For windows, there is a small guide on the blog, you can use is in parallel with this page.

Tuesday, September 17, 2013

First bitbox simple game preview : Jump ! (video)



I programmed a simple, very bare tile/sprite engine+game to test everything : JUMP !

Screenshots from the emulator



The game is a very simple vertical scrolling platformer where you only control left/right and die if you touch the base of the screen. Different platforms types make you jump higher, ... and there are other types :)

Debugging using gdb on the board itself is possible through SWD (the kernel giving you some perf data stats), but for game devel, I also developed a simple SDL-based emulator of the kernel for on-computer tests. Of course it's certainly not accurate but it can be useful for graphics and gameplay-related tuning.

Now, the game is playable - although still very rough - level needs a bit of work, there is no sound (edit : yes there is now !) , imperfect collisions, need to add some bonus, maybe particles, ...- but stays enjoyable nonetheless.

 Sample screenshots from the game, and a video (no sound).





bitbox first game prototype ! from mak apuf on Vimeo.

Bitbox news

I finally advanced a little bit on my sample game, while reworking the kernel for better image & needing to rewire a bit of the prototype (hence, the prototype qualification).

The kernel upgrade involved getting hardware sync (as did the new waha demo, jupiter and beyond - credit where it is due), which is much more reliable timing-wise that software, because even a few instructions from flash can behave very differently depending on the concurrent memory access : since the bus is used both by the DMA to transfer the current line and the CPU to prepare the next one, the availability of cached flash data instructions can vary quite a lot, and with 7 cycles latency from flash at the used speeds, it means that one cache miss implies one pixel off !

Of course, the pins I was using couldn't be driven directly by hardware, however I found a combination of Timers, DMA channels, pins ... (I'll try to explain the kernel in a future blog post) that implied only one pin change, h-sync.

So I went away and soldered a tiny wire directly on the new pin of the

LQFP64 chip to the vsync VGA output (I'm quite proud to have managed that with my firestick iron), and cut the original pcb trace.

Having done that, the VGA is now much more stable, and can achieve 640x480x60fps @ 4096 colors now without distortion.

Again, the controller is a snes compatible gamepad with the replaced with a ps2 mini din plug (useful to connect a keyboard).

The kernel exposes the following main elements for the graphics (as a C library) :
  • a game_init call back : initialize everything on your game
  • a game_frame callback : do what is needed every frame, like getting user input, moving sprites x/y/frame , .... , using the global integer "frame".
  • the gamepad is simply a global variable "gamepad1", read as a uint16 with 1 bit for each button.
  • a draw_buffer of 640 uint16 pixels and a "line" int to know which line it is (from 0 to 479)
  • a game_line callback : in this callback, you should draw each line (every frame) by blitting your screen line. So given a line number (from 0 to 479 and a ptr to a bunch of 16bit unsigned data, you have ~5k cycles to blit your graphics.

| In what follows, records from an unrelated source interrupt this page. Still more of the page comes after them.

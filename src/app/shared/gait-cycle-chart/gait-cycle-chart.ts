import { ChangeDetectionStrategy, Component, computed, effect, input, signal, viewChild } from '@angular/core';
import { MatButtonToggleModule } from '@angular/material/button-toggle';
import { Chart, ChartConfiguration, Filler, LineController, LineElement, LinearScale, PointElement, Tooltip } from 'chart.js';
import { BaseChartDirective } from 'ng2-charts';
import { CYCLE_ANGLES, type CycleAngleKey } from '../../../kinematics/gait-cycle';
import {
  CycleChartSeries,
  CycleMarkerLine,
  cycleDatasets,
  cycleMarkersPlugin,
  markerText,
  seriesColour,
  toeOffLines,
} from './gait-cycle-chart-data';

// The line chart parts plus Filler for the ± SD bands (the legend is ours, in HTML).
Chart.register(LineController, LineElement, PointElement, LinearScale, Tooltip, Filler);

/**
 * Gait-cycle curves: one joint angle over 0–100 % of the cycle (initial contact to the next of the
 * same side), mean line with a ± SD band per series (side, or side of one visit), and toe-off
 * markers; an angle picker; a legend with strides and toe-off %; an empty state with the reason.
 * Used by the review (one clip, both sides) and the Re-test comparison (baseline dashed and lighter).
 * It shows figures: the page around it carries `MEASURES_CAUTION` (both pages that use it do).
 */
@Component({
  selector: 'app-gait-cycle-chart',
  imports: [BaseChartDirective, MatButtonToggleModule],
  changeDetection: ChangeDetectionStrategy.OnPush,
  templateUrl: './gait-cycle-chart.html',
  styleUrl: './gait-cycle-chart.scss',
})
export class GaitCycleChart {
  /** What to draw; series without a whole stride are left out. */
  readonly series = input.required<CycleChartSeries[]>();
  /** Shown when no series has a whole stride. */
  readonly emptyText = input(
    'Gait-cycle curves appear once landmarks are on every frame of at least one stride (initial contact → toe-off → next initial contact of one side, events placed or accepted).',
  );
  /** Heading size: `panel` (a tool panel's small title) or `section` (a page section's heading). */
  readonly heading = input<'panel' | 'section'>('panel');
  /** Heading id prefix (two charts on one page need different ids). */
  readonly idPrefix = input('cycle');

  private readonly chartDir = viewChild(BaseChartDirective);
  protected readonly angles = CYCLE_ANGLES;
  protected readonly angle = signal<CycleAngleKey>('thighDeg');

  protected readonly shown = computed(() => this.series().filter((s) => s.curves.strides > 0));
  protected readonly hasData = computed(() => this.shown().some((s) => s.curves.curves.some((c) => c.key === this.angle())));
  protected readonly angleLabel = computed(() => CYCLE_ANGLES.find((a) => a.key === this.angle())!.label);
  /** Reasons strides were left out, for the note under the chart. */
  protected readonly excluded = computed(() => this.series().flatMap((s) => s.curves.excluded.map((e) => `${s.label}: ${e}`)));

  protected readonly data = computed<ChartConfiguration<'line', { x: number; y: number }[]>['data']>(() => ({
    datasets: cycleDatasets(this.shown(), this.angle()),
  }));
  protected readonly legend = computed(() =>
    this.shown().map((s) => {
      const curve = s.curves.curves.find((c) => c.key === this.angle());
      return {
        id: s.id,
        label: s.label,
        colour: seriesColour(s.side, this.angle()),
        dash: s.secondary ? '7 4' : '',
        strides: curve?.strides ?? 0,
        toeOff: markerText('toe-off', s.curves.toeOff),
      };
    }),
  );

  private readonly markers: { lines: CycleMarkerLine[]; font: string } = { lines: [], font: '600 11px "Source Sans 3", sans-serif' };
  protected readonly plugins = [cycleMarkersPlugin(this.markers)];

  protected readonly options: ChartConfiguration<'line', { x: number; y: number }[]>['options'] = {
    animation: false,
    responsive: true,
    maintainAspectRatio: false,
    layout: { padding: { top: 26, right: 8 } },
    interaction: { mode: 'nearest', axis: 'x', intersect: false },
    scales: {
      x: {
        type: 'linear',
        min: 0,
        max: 100,
        title: { display: true, text: 'Gait cycle (% from initial contact)', padding: 0, font: { size: 12 } },
        ticks: { stepSize: 10, font: { size: 11 } },
      },
      y: { title: { display: true, text: 'Angle (°)', padding: 0, font: { size: 12 } }, ticks: { font: { size: 11 }, maxTicksLimit: 6 } },
    },
    plugins: {
      legend: { display: false },
      tooltip: {
        filter: (item) => !String(item.dataset.label).includes('SD'),
        callbacks: {
          title: (items) => (items.length ? `${items[0].parsed.x} % of the cycle` : ''),
          label: (item) => `${item.dataset.label}: ${item.parsed.y}°`,
        },
      },
    },
  };

  constructor() {
    effect(() => {
      this.markers.lines = toeOffLines(this.shown(), this.angle());
      this.chartDir()?.chart?.draw();
    });
  }

  protected setAngle(value: CycleAngleKey | undefined): void {
    if (value) this.angle.set(value);
  }
}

You can blit however you want, do what you want in 5k cycles per line : from aligned memsets (2 pixels at a time, word by word transfers, very quick) to full antialiased, rotozoomed, alpha blurred sprites (very expensive - tiny sprites !) : you do it & tune it (that's part of the fun) !

Of course, building a library / engine that you can reuse & tune from game to game is useful, but sometimes, the ad-hoc just blit it (tm) engine is simpler !

I then made a sample game, which I'll talk about in a next entry.

Wednesday, September 11, 2013

Bitbox early prototype schematics

By popular request (or not), I'm posting this schematics of the console, as CC by-sa license.

There is already quite a list of errata, so expect a rev2 of the board corresponding better to what I have now, after having pcb traces cut, Boot0/1 resistors added (still learning !),  tiny wires soldered directly on lqfp pins ... But, that is the basis I have been working on. I will make another, better revision for sure (yeah, right, promises).